São Paulo

Daniel Senise, Skylight, 2017, monotype on cotton on aluminum, 98 3/8 × 118 1/8".

Daniel Senise, Skylight, 2017, monotype on cotton on aluminum, 98 3/8 × 118 1/8".

Daniel Senise

Daniel Senise, Skylight, 2017, monotype on cotton on aluminum, 98 3/8 × 118 1/8".

Brazilian artist Daniel Senise is often referred to as a painter, despite his use of many different mediums since he began making artwork in the 1980s. Senise has painted a great deal, of course; he was trained in the practice (after earning a degree in engineering), and the term painting accurately describes most of the work he made early in his career. But as his oeuvre has developed, it’s become clear that the core of his art lies not in a medium that defines what he does, but in the impetus to experiment and decipher ways of seeing and constructing images. In doing so, he works through concepts and draws on some elements that are inherent to painting, such as composition, perspective, and color, but his art is not constrained by painting’s qualitative limitations.  

In his most recent show, curated by Brett Littman, executive director of the Drawing Center in New York, Senise exhibited eleven pieces, all referred to on the checklist as monotypes. The works were dominated by earthy and gray tones interspersed with whites, and made from cutout fabric imprints of surfaces (predominantly floors and walls) assembled and glued onto white aluminum panels. Five of the eleven wall-hung pieces were exhibited in the gallery’s main room. The fabrics used to make them came from the artist’s archive of surface imprints compiled over many years. Apart from Night Studio, 2017––which depicts a deconstructed indoor space with a window through which shines a light in the sky––the works in the main room revealed large uncovered areas of the rectangular white metal panels onto which the sections of cloths were glued. These white areas carried markings—scratches and incisions––that were the result of the artist slicing into the fabric to shape and remove sections of it, at times while making the works that were on display, but at other times by using one or another of these boards as a worktable for the production of other pieces. In a sense, these markings are also imprints of the artist’s changes and choices over the years.

Senise’s creative process was also at the core of other artworks in the show. The title of Night Studio, of course, recalls the space of production; Skylight, 2017, shows a deconstructed space that somehow appears to be neither indoors nor outdoors, despite its predominant and easily identifiable grid-derived structures, such as a staircase, a bookshelf, and the skylight that names it, which the artist told me refers to the one in his actual studio space. In A Floresta do Livre Arbítrio (The Forest of Free Will), 2016, which speaks to the plurality of choices an artist faces, what stands out most is a rectangular worktable at the forefront of the picture plane, made from different sections of imprinted fabrics.

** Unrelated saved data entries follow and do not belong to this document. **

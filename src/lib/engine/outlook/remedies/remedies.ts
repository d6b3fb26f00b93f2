import { defaultWind, METHOD_WIND_LIMITS } from '../../coating/methodWind';
import { METHODS, SHELTERS, type Limiter, type Method, type ShelterName } from '../../vocabulary';
import { runsOf, stepHours, type HoursOptions, type HoursRun } from '../hours/stepHours';
import type { StepHours } from '../hours/result';
import type { Step } from '../hours/step';
import type { Site } from '../weather/site';
import { SLOT_SECONDS, type FaceConditions } from '../weather/slots';
import type { Remedy } from './remedy';
import { neededSlots, nextWork, usableSlots, type KeptStarts } from './usable';

const SLOT_MINUTES = SLOT_SECONDS / 60;
const DAY_SLOTS = 86_400 / SLOT_SECONDS;

/** Runs that no shelter, method or waiting of hours opens: the clock, the dark, what is not known. */
const NO_REMEDY: readonly Limiter[] = ['none', 'hours', 'dark', 'noData', 'early', 'late'];

/** What the step would meet otherwise: hours with one thing changed. */
interface Alternative {
	/** 1 for slots that would be of use. */
	readonly usable: Uint8Array;
	readonly shelter: ShelterName | null;
	readonly method: Method | null;
	readonly isAssumed: boolean;
}

export interface RemedyInput {
	readonly step: Step;
	readonly conditions: readonly FaceConditions[];
	readonly site: Site;
	readonly hours: StepHours;
	readonly options: HoursOptions;
	/** Shelters the yard has beyond the one that stands, with what the step's faces meet under each. */
	readonly shelters: readonly {
		readonly shelter: ShelterName;
		readonly conditions: readonly FaceConditions[];
	}[];
	/** The starts it keeps to, where it does. */
	readonly kept: KeptStarts | null;
	/** Shut runs told, from the first on. */
	readonly mostRuns: number;
	/** Slots [from, to) to answer for. */
	readonly from: number;
	readonly to: number;
}

/** The step laid by another method, with the usual wind limits of it where they are wider. */
function otherMethods({ step, conditions, site, options, kept }: RemedyInput): Alternative[] {
	const own = step.method === 'none' ? null : METHOD_WIND_LIMITS[step.method];
	if (own === null || (step.limits.wind === undefined && step.limits.gust === undefined)) return [];
	return METHODS.flatMap((method): Alternative[] => {
		if (method === 'none' || method === step.method) return [];
		const usual = defaultWind(method, null);
		if (usual === null || usual.gust <= own.gust) return [];
		const limits = {
			...step.limits,
			wind: { max: Math.max(usual.stop, step.limits.wind?.max ?? 0) },
			gust: { max: Math.max(usual.gust, step.limits.gust?.max ?? 0) }
		};
		const hours = stepHours({ ...step, method, limits }, conditions, site, options);
		return [{ usable: usableSlots(hours, kept), shelter: null, method, isAssumed: true }];
	});
}

function otherShelters({ step, site, shelters, options, kept }: RemedyInput): Alternative[] {
	// Usual errors are those of the open face: what a shelter does to them nobody has measured.
	return [...shelters]
		.sort((a, b) => SHELTERS.indexOf(a.shelter) - SHELTERS.indexOf(b.shelter))
		.map(({ shelter, conditions }) => ({
			usable: usableSlots(stepHours(step, conditions, site, options), kept),
			shelter,
			method: null,
			isAssumed: false
		}));
}

/** Remedies of the shut runs of a step's hours, run by run, the least trouble first. */
export function remediesOf(input: RemedyInput): Remedy[] {
	const { hours, conditions, kept, mostRuns, from, to } = input;
	const { grid } = conditions[0].weather;
	const at = (position: number): number => Math.round(grid.start + position * SLOT_SECONDS);
	const needed = neededSlots(grid.count, kept);
	const runs = runsOf(hours, from, to)
		.filter(
			(run) =>
				run.state === 'shut' &&
				!NO_REMEDY.includes(run.limiter) &&
				needed.subarray(run.from, run.to).includes(1)
		)
		.slice(0, mostRuns);
	if (runs.length === 0) return [];
	const alternatives = [...otherMethods(input), ...otherShelters(input)];
	return runs.flatMap((run) => {
		const told = {
			from: at(run.from),
			to: at(run.to),
			limiter: run.limiter,
			shelter: null,
			method: null,
			isAssumed: false
		};
		return [
			{ ...told, ...waiting(input, run, at) },
			...alternatives
				.filter(({ method }) => method === null || run.limiter === 'wind')
				.map(({ usable, shelter, method, isAssumed }) => ({
					...told,
					...opened(usable, run, at),
					code: method === null ? ('shelter' as const) : ('method' as const),
					shelter,
					method,
					isAssumed
				}))
		];
	});
}

type Gain = Pick<Remedy, 'code' | 'gainMinutes' | 'opensFrom' | 'opensTo'>;

/** The slots of a shut run that would be of use otherwise. */
function opened(
	usable: Uint8Array,
	run: HoursRun,
	at: (position: number) => number
): Omit<Gain, 'code'> {
	let slots = 0;
	let first = -1;
	let last = -1;
	for (let slot = run.from; slot < run.to; slot++) {
		if (usable[slot] === 0) continue;
		slots++;
		if (first < 0) first = slot;
		last = slot;
	}
	return {
		gainMinutes: slots * SLOT_MINUTES,
		opensFrom: first < 0 ? null : at(first),
		opensTo: last < 0 ? null : at(last + 1)
	};
}

/** Waiting: the next stretch, or start kept to, within a day of the run's end. */
function waiting(
	{ hours, kept }: RemedyInput,
	run: HoursRun,
	at: (position: number) => number
): Gain {
	const code = run.limiter === 'wet' || run.limiter === 'frost' ? 'dry' : 'wait';
	const next = nextWork(hours, kept, run.to, run.to + DAY_SLOTS);
	return next === null
		? { code, gainMinutes: 0, opensFrom: null, opensTo: null }
		: {
				code,
				gainMinutes: (next.to - next.from) * SLOT_MINUTES,
				opensFrom: at(next.from),
				opensTo: at(next.to)
			};
}
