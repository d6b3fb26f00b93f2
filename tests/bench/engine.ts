import { generator } from '../../fakes/forecast/generator';
import { NO_NUDGE, type HourWeather } from '../../fakes/forecast/weather';
import {
	faceConditions,
	slotWeather,
	stepHours,
	type Face,
	type Forecast,
	type Site,
	type Step
} from '../../src/lib/engine';

/**
 * `npm run bench`: one step over sixteen days, in slots a second, and in ratio to the bare cost of
 * as many `Math.exp` calls as there are slots, in the same run. Medians of many runs; the machine
 * may be shared, so the ratio is what to compare.
 */
const DAYS = 16;
const HOUR = 3600;
const WARM_UP = 400;
const RUNS = 1_500;

const START = Date.UTC(2026, 4, 4) / 1000;
const SITE: Site = { latitude: 37.02, longitude: -7.86, elevation: 3, timeZone: 'Europe/Lisbon' };
const SAND = { sectors: [{ from: 290, to: 350 }], grainDiameter: 0.25, clayPercent: 1 };
const FACE: Face = {
	tilt: 95,
	azimuth: 110,
	solarAbsorptance: 0.4,
	emissivity: 0.9,
	material: 'grp'
};
const STEP: Step = {
	name: 'barrier coat',
	kind: 'coat',
	durationMinutes: 150,
	method: 'roller',
	workHours: [{ days: [1, 2, 3, 4, 5, 6], from: '07:30', to: '18:30' }],
	limits: {
		airTemperature: { min: 10, max: 32 },
		surfaceTemperature: { min: 10, max: 35 },
		relativeHumidity: { max: 85 },
		spread: { min: 3 },
		wind: { max: 8 },
		gust: { max: 12 },
		rainFree: true,
		drySurface: true,
		daylight: true,
		sand: 'none',
		curing: { min: 8 }
	},
	times: {
		touchDry: [
			[10, 480],
			[20, 240],
			[30, 150]
		],
		keepDry: [
			[10, 900],
			[20, 480],
			[30, 300]
		],
		overcoatMin: [
			[10, 720],
			[20, 420],
			[30, 240]
		]
	}
};

/** Sixteen days of the demo's made-up weather, with all that a provider sends but members. */
function forecast(): Forecast {
	const weather = generator({
		timeZone: SITE.timeZone,
		anchor: '2026-05-04',
		seed: 1,
		climate: 'seasonal'
	});
	const time = Array.from({ length: DAYS * 24 + 1 }, (_, i) => START + i * HOUR);
	const hours = time.map((t) => weather.hour(t, SITE, NO_NUDGE));
	const series = (name: keyof HourWeather): (number | null)[] => hours.map((hour) => hour[name]);
	return {
		issuedAt: START,
		hourly: {
			time,
			temperature: series('temperature'),
			dewPoint: series('dewPoint'),
			pressure: series('seaLevelPressure'),
			windSpeed: series('windSpeed'),
			windGust: series('windGust'),
			windDirection: series('windDirection'),
			precipitation: series('precipitation'),
			precipitationProbability: series('precipitationProbability'),
			cloudCover: series('cloudCover'),
			ghi: series('ghi'),
			dni: series('dni'),
			dhi: series('dhi')
		}
	};
}

function median(work: () => unknown): number {
	for (let i = 0; i < WARM_UP; i++) work();
	const times = Array.from({ length: RUNS }, () => {
		const from = performance.now();
		work();
		return performance.now() - from;
	});
	return times.sort((a, b) => a - b)[RUNS >> 1];
}

const sixteenDays = forecast();
const weather = slotWeather({ site: SITE, forecast: sixteenDays, looseSand: SAND });
const conditions = faceConditions(weather, SITE, FACE, 'open');
const slots = weather.grid.count;

let sink = 0;
const bareExp = median(() => {
	for (let i = 0; i < slots; i++) sink += Math.exp(-i / slots);
});
const parts = [
	[
		'cold: hours to slots, sun, face and limits',
		() => {
			const fresh = slotWeather({ site: { ...SITE }, forecast: sixteenDays, looseSand: SAND });
			return stepHours(STEP, faceConditions(fresh, SITE, FACE, 'open'), SITE);
		}
	],
	[
		'hours to slots and the sun',
		() => slotWeather({ site: SITE, forecast: sixteenDays, looseSand: SAND })
	],
	['face: both runs of the heat balance', () => faceConditions(weather, SITE, FACE, 'open')],
	['limits, phases, stretches of a step', () => stepHours(STEP, conditions, SITE)],
	[
		'warm: face and limits, the weather ready',
		() => stepHours(STEP, faceConditions(weather, SITE, FACE, 'open'), SITE)
	]
] as const;

const line = (words: string, milliseconds: number): string =>
	`${words.padEnd(46)} ${milliseconds.toFixed(3)} ms  ${Math.round((slots / milliseconds) * 1000).toLocaleString('en')} slots/s  ${(milliseconds / bareExp).toFixed(1)} × exp`;
process.stdout.write(`${DAYS} days, ${slots} slots, medians of ${RUNS}\n`);
process.stdout.write(`${line(`bare exp, ${slots} calls`, bareExp)}\n`);
for (const [words, work] of parts) process.stdout.write(`${line(words, median(work))}\n`);
if (!Number.isFinite(sink)) process.exitCode = 1;
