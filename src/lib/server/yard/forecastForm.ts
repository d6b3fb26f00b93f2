import { z } from 'zod';
import { FEWEST_DAYS, MOST_DAYS, PROVIDER_NAMES } from '../../api/yard/settings';
import { readFields, typedNumber } from '../http/form';
import type { SettingsReading } from './settingsForm';

const DAYS = `Type whole days, from ${FEWEST_DAYS} to ${MOST_DAYS}.`;
const sourceForm = z.object({
	forecastProvider: z.enum(PROVIDER_NAMES),
	daysAhead: typedNumber(FEWEST_DAYS, MOST_DAYS, DAYS).pipe(z.int(DAYS))
});

/** The provider of first choice and the days on the Hours page. */
export function readSource(form: FormData): SettingsReading {
	const { data, trouble } = readFields(form, sourceForm);
	return trouble === null ? { patch: data } : { errors: trouble.errors };
}

/** A key as providers give them: letters, digits and a few signs. */
export const keyForm = z.object({
	key: z
		.string()
		.trim()
		.regex(/^[\x21-\x7e]{8,200}$/, 'Paste the key as the provider gave it, 8 to 200 characters.')
});
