import { generator } from '../../fakes/forecast/generator';
import { memberNudge } from '../../fakes/forecast/nudges';
import { NO_NUDGE, type HourWeather, type Nudge } from '../../fakes/forecast/weather';
import type { Forecast, LooseSand, Member, Site } from '../../src/lib/engine';

/** The weather that benchmarks run in: made up, seeded, the same in every run. */
const HOUR = 3600;
export const START = Date.UTC(2026, 4, 4) / 1000;
export const SITE: Site = {
	latitude: 37.02,
	longitude: -7.86,
	elevation: 3,
	timeZone: 'Europe/Lisbon'
};
export const SAND: LooseSand = {
	sectors: [{ from: 290, to: 350 }],
	grainDiameter: 0.25,
	clayPercent: 1
};

const WEATHER = generator({
	timeZone: SITE.timeZone,
	anchor: '2026-05-04',
	seed: 1,
	climate: 'seasonal'
});
const SEED = 1;

/** What a provider sends, and what it sends of each member of an ensemble. */
const FORECAST_NAMES = {
	temperature: 'temperature',
	dewPoint: 'dewPoint',
	pressure: 'seaLevelPressure',
	windSpeed: 'windSpeed',
	windGust: 'windGust',
	windDirection: 'windDirection',
	precipitation: 'precipitation',
	precipitationProbability: 'precipitationProbability',
	cloudCover: 'cloudCover',
	ghi: 'ghi',
	dni: 'dni',
	dhi: 'dhi'
} as const satisfies Partial<Record<keyof Member, keyof HourWeather>>;
const MEMBER_NAMES = [
	'temperature',
	'dewPoint',
	'windSpeed',
	'windGust',
	'windDirection',
	'precipitation',
	'cloudCover'
] as const;

function hoursOf(
	times: readonly number[],
	names: readonly (keyof typeof FORECAST_NAMES)[],
	nudge: (time: number) => Nudge
): Member {
	const hours = times.map((time) => WEATHER.hour(time, SITE, nudge(time)));
	return Object.fromEntries(
		names.map((name) => [name, hours.map((hour) => hour[FORECAST_NAMES[name]])])
	);
}

/** So many days of weather in so many members (none: the forecast alone). */
export function forecastOf(days: number, members: number): Forecast {
	const time = Array.from({ length: days * 24 + 1 }, (_, i) => START + i * HOUR);
	const all = Object.keys(FORECAST_NAMES) as (keyof typeof FORECAST_NAMES)[];
	return {
		issuedAt: START,
		hourly: { time, ...hoursOf(time, all, () => NO_NUDGE) },
		members: Array.from({ length: members }, (_, member) =>
			hoursOf(time, MEMBER_NAMES, (at) => memberNudge(at, member, 0, SEED))
		)
	};
}
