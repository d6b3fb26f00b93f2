import { SAMPLE_SHEETS, type SampleName } from '../../engine';
import { sheets } from '../db/schema';
import type { Writer } from '../mail/outbox';

const SAMPLES = Object.keys(SAMPLE_SHEETS) as SampleName[];

/** Lays the sample sheets into a yard's library, marked as samples; returns their ids by name. */
export async function laySamples(db: Writer, yardId: string): Promise<Map<SampleName, string>> {
	const rows = await db
		.insert(sheets)
		.values(SAMPLES.map((key) => ({ yardId, key, sheet: SAMPLE_SHEETS[key] })))
		.returning({ id: sheets.id });
	return new Map(SAMPLES.map((key, i) => [key, rows[i].id]));
}
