import { onBehalfOf } from '../../src/lib/server/db/behalf';
import { createDatabase } from '../../src/lib/server/db/client';
import { layFullYard } from '../fixtures/fullYard';
import { listQueries } from '../fixtures/listQueries';
import { createTestDatabase } from '../setup/database';
import { startBenchServer } from './server';

const RUNS = 60;
const at = (sorted: readonly number[], share: number): string =>
	sorted[Math.min(sorted.length - 1, Math.floor(sorted.length * share))].toFixed(1);

/** Lists of a yard of 5,000 boats and 50,000 steps, as the web role: milliseconds of a page. */
export async function listBench(print: (line: string) => void): Promise<void> {
	const server = await startBenchServer();
	const database = await createTestDatabase();
	const web = createDatabase(database.webUrl, 'required');
	try {
		const manager = await layFullYard(database);
		await onBehalfOf(manager.user.id, async () => {
			for (const { name, read, query } of await listQueries(web.db, manager)) {
				const times: number[] = [];
				for (let run = -5; run < RUNS; run++) {
					const from = performance.now();
					await read(query);
					if (run >= 0) times.push(performance.now() - from);
				}
				times.sort((a, b) => a - b);
				print(`list: ${name}: median ${at(times, 0.5)} ms, p95 ${at(times, 0.95)} ms`);
			}
		});
	} finally {
		await web.pool.end();
		await database.drop();
		await server.stop();
	}
}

Three alluring smaller works from the series “Biógrafo” (Biographer), 2013–, made after the death of the artist’s father, hung in a side space in the gallery. These are characterized by a preeminent rectangle at their center; in Biógrafo LXXXIV, 2016, for example, a lighter-toned rectangle of a parquet floor imprint fuses with a darker-toned imprint of a similar floor. This use of a primary rectangle speaks to Billboard, 2017, exhibited in the gallery’s main room, in which the rectangular shape of the eponymous plane is surrounded by smaller, also rectangular sections of imprinted fabrics, displayed vertically like an array of samples, organized in a grid format much like the pages from art books used in Senise’s earlier “Skira” series, 2009–10. 

The repeated rectangles featured in Senise’s work reminded one of bricks––basic blocks for constructions––and were, of course, a typical shape of the planes on which wall-hung art is traditionally presented. They were a reminder, as well, of how Senise continuously explores the constructive nature and process of imagemaking, whatever the medium or subject matter.